Console.WriteLine(value1.ToString(formattingString));
// returns "+ 29291221321"
Please refer to why i call ToString at the end. It is something known as three part format to separate outcome quickly based on +, - and 0 value
https://diptimayapatra.wordpress.com/2014/01/13/3-part-format-of-numbers-in-c/
Note:
I am not expecting to hardcode by specify x numbers of # after decimal places. Please advise if there is a better method of displaying the original decimal value in three part format
string formattingString = "+ #.############; - #.############; 0";
Please advise if there is a better method of displaying the original decimal value in three part format
# is already the best way to express what you want, since it will omit non-significant zeros at the end.
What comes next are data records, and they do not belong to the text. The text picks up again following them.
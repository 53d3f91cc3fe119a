"""Supply systems, load connections and loads turned into amps."""

import math

import pytest

from gaugewalk.model.engine.circuits import (
    CONNECTIONS,
    SYSTEMS,
    CircuitError,
    circuit_from_volts,
    current_carrying_conductors,
    parse_system,
    resolve_circuit,
)
from gaugewalk.model.engine.loads import LoadError, load_amps, parse_load


@pytest.mark.parametrize(
    ("text", "system_id"),
    [
        ("208Y/120", "208Y/120V 3ph 4w"),
        ("480y/277v", "480Y/277V 3ph 4w"),
        ("120/240", "120/240V 1ph 3w"),
        ("240/120V", "120/240V 1ph 3w"),
        ("208/120 3ph", "208Y/120V 3ph 4w"),
        ("480V 3ph 3w", "480V 3ph 3w"),
        ("240 3ph", "240V 3ph 3w"),
        ("120v", "120V 1ph 2w"),
        ("277 V 1ph", "277V 1ph 2w"),
        ("120/240V 1ph 3w", "120/240V 1ph 3w"),
    ],
)
def test_systems_are_read_from_the_ways_people_write_them(text, system_id):
    assert parse_system(text) == system_id


@pytest.mark.parametrize(("text", "words"), [
    ("240", "120/240V 1ph 3w or 240/120V 3ph 4w delta or 240V 3ph 3w"),
    ("600/347", "use one of"), ("hello", "use one of")])
def test_unknown_or_incomplete_systems_are_refused_with_the_choices(text, words):
    with pytest.raises(CircuitError, match=words):
        parse_system(text)


@pytest.mark.parametrize(("text", "system_id"), [
    ("480Y", "480Y/277V 3ph 4w"), ("208Y", "208Y/120V 3ph 4w"), ("480 y", "480Y/277V 3ph 4w")])
def test_a_y_alone_names_the_three_phase_wye_of_that_voltage(text, system_id):
    # "480Y" is how a wye system is written short (the Y: a wye, three-phase, with its
    # neutral point; common practice); it is never the 3-wire delta
    assert parse_system(text) == system_id


@pytest.mark.parametrize("text", ["240Y", "480Y 3w", "208Y 1ph"])
def test_a_y_that_names_no_wye_we_know_is_refused_without_offering_a_delta(text):
    with pytest.raises(CircuitError) as refused:
        parse_system(text)
    assert "delta" not in str(refused.value).split("use one of")[0]
    assert "3ph 3w or" not in str(refused.value)


def test_every_system_offers_the_voltages_of_its_name():
    # nominal voltages of the systems, ANSI C84.1 (from memory)
    assert SYSTEMS["208Y/120V 3ph 4w"].line_to_line_v == 208
    assert SYSTEMS["208Y/120V 3ph 4w"].line_to_neutral_v == 120
    assert SYSTEMS["480Y/277V 3ph 4w"].hots == 3
    assert SYSTEMS["120/240V 1ph 3w"].hots == 2
    assert SYSTEMS["240V 3ph 3w"].line_to_neutral_v is None
    assert SYSTEMS["120V 1ph 2w"].hots == 1


def test_three_phase_drop_factor_is_root_three_and_single_phase_is_two():
    # VD = 2 I R L / 1000 single-phase, sqrt(3) I R L / 1000 three-phase (common practice)
    assert resolve_circuit("208Y/120V 3ph 4w", "3P").drop_factor == pytest.approx(math.sqrt(3))
    assert resolve_circuit("208Y/120V 3ph 4w", "LN").drop_factor == 2.0
    assert resolve_circuit("480V 3ph 3w", "LL").volts == 480


def test_a_balanced_multiwire_leg_drops_against_line_to_neutral_with_factor_one():
    mw = resolve_circuit("120/240V 1ph 3w", "MW")
    assert (mw.volts, mw.drop_factor, mw.hots, mw.neutral, mw.line_volts) == (120, 1.0, 2, True,
                                                                              240)
    # a balanced 240 V load on 2 hots drops the same percent as the multiwire legs against 120 V
    ll = resolve_circuit("120/240V 1ph 3w", "LL")
    assert ll.drop_factor / ll.volts == pytest.approx(mw.drop_factor / mw.volts)


def test_a_range_on_120_240_drops_as_line_to_line_and_its_neutral_does_not_count():
    c = resolve_circuit("120/240V 1ph 3w", "LLN")
    assert (c.volts, c.drop_factor, c.neutral) == (240, 2.0, True)
    # NEC 2023 310.15(E)(1): a neutral carrying only the unbalanced current is not counted
    assert current_carrying_conductors(c) == 2


def test_two_phases_and_the_neutral_of_a_wye_count_three_conductors():
    # NEC 2023 310.15(E)(2)
    assert current_carrying_conductors(resolve_circuit("208Y/120V 3ph 4w", "LLN")) == 3


def test_a_wye_neutral_counts_when_the_load_is_mostly_nonlinear():
    # NEC 2023 310.15(E)(3)
    assert current_carrying_conductors(resolve_circuit("480Y/277V 3ph 4w", "3PN")) == 3
    assert current_carrying_conductors(
        resolve_circuit("480Y/277V 3ph 4w", "3PN", nonlinear=True)) == 4


@pytest.mark.parametrize(
    ("system_id", "connection", "words"),
    [
        ("120/240V 1ph 3w", "3P", "single-phase"),
        ("240V 3ph 3w", "LN", "no neutral"),
        ("480V 3ph 3w", "3PN", "no neutral"),
        ("120V 1ph 2w", "LL", "needs two"),
        ("277V 1ph 2w", "MW", "needs two"),
        ("208Y/120V 3ph 4w", "XY", "not a load connection"),
    ],
)
def test_systems_that_cannot_supply_a_connection_say_why(system_id, connection, words):
    with pytest.raises(CircuitError, match=words):
        resolve_circuit(system_id, connection)


def test_every_connection_a_system_can_supply_gives_a_consistent_circuit():
    for system_id in SYSTEMS:
        for conn in CONNECTIONS:
            try:
                c = resolve_circuit(system_id, conn)
            except CircuitError:
                continue
            assert c.hots <= SYSTEMS[system_id].hots
            system = SYSTEMS[system_id]
            assert c.volts in (system.line_to_line_v, system.line_to_neutral_v)


def test_calc_circuits_from_a_voltage_and_phase_count():
    assert circuit_from_volts(120, 1).neutral is True
    assert circuit_from_volts(240, 1).hots == 2
    three = circuit_from_volts(480, 3)
    assert (three.phases, three.hots, three.drop_factor) == (3, 3, pytest.approx(math.sqrt(3)))
    with pytest.raises(CircuitError):
        circuit_from_volts(0, 1)
    with pytest.raises(CircuitError):
        circuit_from_volts(240, 2)


@pytest.mark.parametrize(
    ("text", "parsed"),
    [("16A", (16.0, "A")), ("1.8 kVA", (1.8, "kVA")), ("5kW", (5.0, "kW")),
     ("1500 w", (1500.0, "W")), ("20 amps", (20.0, "A")), ("750va", (750.0, "VA")),
     # horsepower as the trade writes it (NEC Table 430.250 rows 10, 1-1/2, 1/2, 7-1/2 hp)
     ("10hp", (10.0, "hp")), ("1-1/2 hp", (1.5, "hp")), ("1/2HP", (0.5, "hp")),
     ("7½ hp", (7.5, "hp"))],
)
def test_loads_are_read_with_their_unit(text, parsed):
    assert parse_load(text) == parsed


@pytest.mark.parametrize(("text", "words"), [("16", "no unit"), ("0A", "above zero"),
                                              ("-3A", "not a load"),
                                              ("5 furlongs", "unknown load unit"),
                                              ("x hp", "cannot read horsepower"),
                                              ("", "not a load"), ("nan A", "not a load")])
def test_bad_loads_are_refused_with_a_reason(text, words):
    with pytest.raises(LoadError, match=words):
        parse_load(text)


def test_single_phase_amps_are_volt_amperes_over_volts():
    # Ohm's law / power triangle: I = S / V; 1800 VA at 120 V is 15 A
    assert load_amps(1.8, "kVA", circuit_from_volts(120, 1)) == pytest.approx(15.0)


def test_three_phase_amps_divide_by_root_three_times_line_volts():
    # I = S / (sqrt(3) V_LL); 45 kVA at 208 V is 124.9 A (common practice)
    assert load_amps(45, "kVA", circuit_from_volts(208, 3)) == pytest.approx(
        45000 / (math.sqrt(3) * 208))
    assert load_amps(45, "kVA", circuit_from_volts(208, 3)) == pytest.approx(124.9, abs=0.05)


def test_watts_become_volt_amperes_by_the_power_factor():
    # S = P / pf: 10 kW at pf 0.8 is 12.5 kVA; at 480 V 3-phase that is 15.04 A
    amps = load_amps(10, "kW", circuit_from_volts(480, 3), pf=0.8)
    assert amps == pytest.approx(12500 / (math.sqrt(3) * 480))


def test_amps_pass_through_and_bad_power_factors_are_refused():
    c = circuit_from_volts(240, 1)
    assert load_amps(30, "a", c) == 30
    with pytest.raises(LoadError):
        load_amps(5, "kW", c, pf=0)
    with pytest.raises(LoadError):
        load_amps(float("nan"), "A", c)
    with pytest.raises(LoadError):
        load_amps(5, "hp", c)


def test_a_multiwire_load_splits_over_its_two_hots():
    # 2400 VA balanced on 120/240 V: 10 A in each hot (S / 240 V)
    assert load_amps(2400, "VA", resolve_circuit("120/240V 1ph 3w", "MW")) == pytest.approx(10.0)


# -- the trade's other circuits: two circuits on a wye, the high-leg delta, 120/208 V 1ph 3w ------

@pytest.mark.parametrize(("text", "system_id"), [
    ("240/120 delta", "240/120V 3ph 4w delta"), ("240/120 3ph", "240/120V 3ph 4w delta"),
    ("120/208 1ph", "120/208V 1ph 3w"), ("120/208", "208Y/120V 3ph 4w"),
    ("120/240", "120/240V 1ph 3w"),
])
def test_the_high_leg_delta_and_120_208_single_phase_are_read(text, system_id):
    assert parse_system(text) == system_id


def test_two_circuits_on_a_wye_drop_root_three_i_z_thirty_degrees_off():
    # Two legs A and B of a 208Y/120 wye share the neutral; with equal currents I at the load
    # angle, the neutral carries I_A + I_B, of magnitude I (120 degrees apart). Leg A's drop is
    # I_A Z + (I_A + I_B) Z = I Z (2 + 1 at -120 deg) = I Z (1.5 - j0.866) = sqrt(3) I Z at
    # -30 deg (Kirchhoff's voltage law; phasors by hand). The neutral counts as current-carrying
    # (NEC 310.15(E)(2)); the hots open together (NEC 210.4(B)).
    c = resolve_circuit("208Y/120V 3ph 4w", "MW2")
    assert (c.volts, c.hots, c.neutral, c.neutral_is_ccc) == (120.0, 2, True, True)
    assert c.drop_factor == pytest.approx(math.sqrt(3)) and c.drop_angle_deg == 30.0
    assert current_carrying_conductors(c) == 3
    assert any("210.4(B)" in n for n in c.notes) and any("310.15(E)(2)" in n for n in c.notes)
    phasor = 2 + complex(math.cos(math.radians(-120)), math.sin(math.radians(-120)))
    assert abs(phasor) == pytest.approx(math.sqrt(3))
    assert math.degrees(math.atan2(phasor.imag, phasor.real)) == pytest.approx(-30)


def test_a_two_circuit_multiwire_on_a_wye_drops_half_again_a_balanced_one_by_dc():
    # NEC 2023 Ch. 9 Table 8: 12 AWG stranded uncoated Cu 1.98 ohm/kft at 75 C. 16 A per leg,
    # 100 ft, DC method (resistance only): the worse leg's in-phase drop is
    # sqrt(3) cos 30 deg x I R L = 1.5 x 16 x 1.98 x 0.1 = 4.752 V = 3.96 % of 120 V; a
    # balanced 120/240 V multiwire, whose neutral carries nothing, drops 1 x I R L = 3.168 V.
    from gaugewalk.model.engine.contract import RunSpec
    from gaugewalk.model.engine.sizing import evaluate

    def drop(system: str) -> float:
        c = resolve_circuit(system, "MW2")
        spec = RunSpec(circuit=c, amps=16.0, length_ft=100.0, size="12 AWG", method="dc",
                       max_drop_pct=10.0)
        return evaluate(spec).voltage_drop_v

    assert drop("208Y/120V 3ph 4w") == pytest.approx(4.752, rel=1e-3)
    assert drop("120/240V 1ph 3w") == pytest.approx(3.168, rel=1e-3)


def test_120_208_single_phase_three_wire_is_two_phases_of_a_wye():
    # its multiwire is the two-circuit multiwire on a wye; no three-phase loads
    mw = resolve_circuit("120/208V 1ph 3w", "MW")
    assert mw.drop_angle_deg == 30.0 and mw.neutral_is_ccc
    assert resolve_circuit("120/208V 1ph 3w", "LL").volts == 208.0
    with pytest.raises(CircuitError, match="single-phase"):
        resolve_circuit("120/208V 1ph 3w", "3P")


def test_the_high_leg_delta_marks_its_high_leg_and_keeps_120_v_loads_off_it():
    # NEC 110.15: on a 4-wire delta the phase with the higher voltage to ground (about 208 V,
    # 240 x sqrt(3) / 2) is marked orange; 120 V loads go between A or C and the neutral.
    assert 240 * math.sqrt(3) / 2 == pytest.approx(207.8, abs=0.05)
    ln = resolve_circuit("240/120V 3ph 4w delta", "LN")
    assert ln.volts == 120.0 and any("110.15" in n and "A and C" in n for n in ln.notes)
    three = resolve_circuit("240/120V 3ph 4w delta", "3P")
    assert three.volts == 240.0 and three.drop_factor == pytest.approx(math.sqrt(3))
    # A and C with the neutral are the 120/240 V single-phase of the centre-tapped winding: the
    # neutral carries only the unbalance (NEC 310.15(E)(1))
    mw = resolve_circuit("240/120V 3ph 4w delta", "MW")
    assert (mw.drop_factor, mw.neutral_is_ccc) == (1.0, False)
A double has about 15 to 17 significant digits, so you can put 17 # at the end of your format specifier to get the original value.
double value1 = 1.23456;
string formattingString = "+ #.#################; - #.#################; 0";
Console.WriteLine(value1.ToString(formattingString));
Console.WriteLine((-value1).ToString(formattingString));
Console.WriteLine(0.ToString(formattingString));
Output (note the leading spaces, because you have spaces in your format specifier):
+ 1,23456
- 1,23456
0
Check that for a double value with more digits
double value1 = 1.2345678901234567890123; // too many digits for a double
and compare it to the output of
Console.WriteLine(value1);
You're putting the value into the format specifier instead of your specifier:
string formattingString = $"+ {value1}; - {value1}; 0";
Your snippet should instead look like this:
double value1 = 29.1221321;
string formattingString = $"+ #.############; - #.############; 0";
Console.WriteLine(value1.ToString(formattingString));
With the added understanding that you do not want to use the hard coded number of decimal places (which is understandable given the precision available with double), I'm not aware of a way using interpolation. I'd recommend a simple extension method for it:
public static string ToSignedString(this double value) {
if (value < 0)
return $"-{value}";
else if (value > 0)
return $"+{value}";
return "0";
}
I don't typically recommend extension methods, but I believe your reasoning for not wanting hard coded decimal places is perhaps the need for the code to be concise due to heavy use.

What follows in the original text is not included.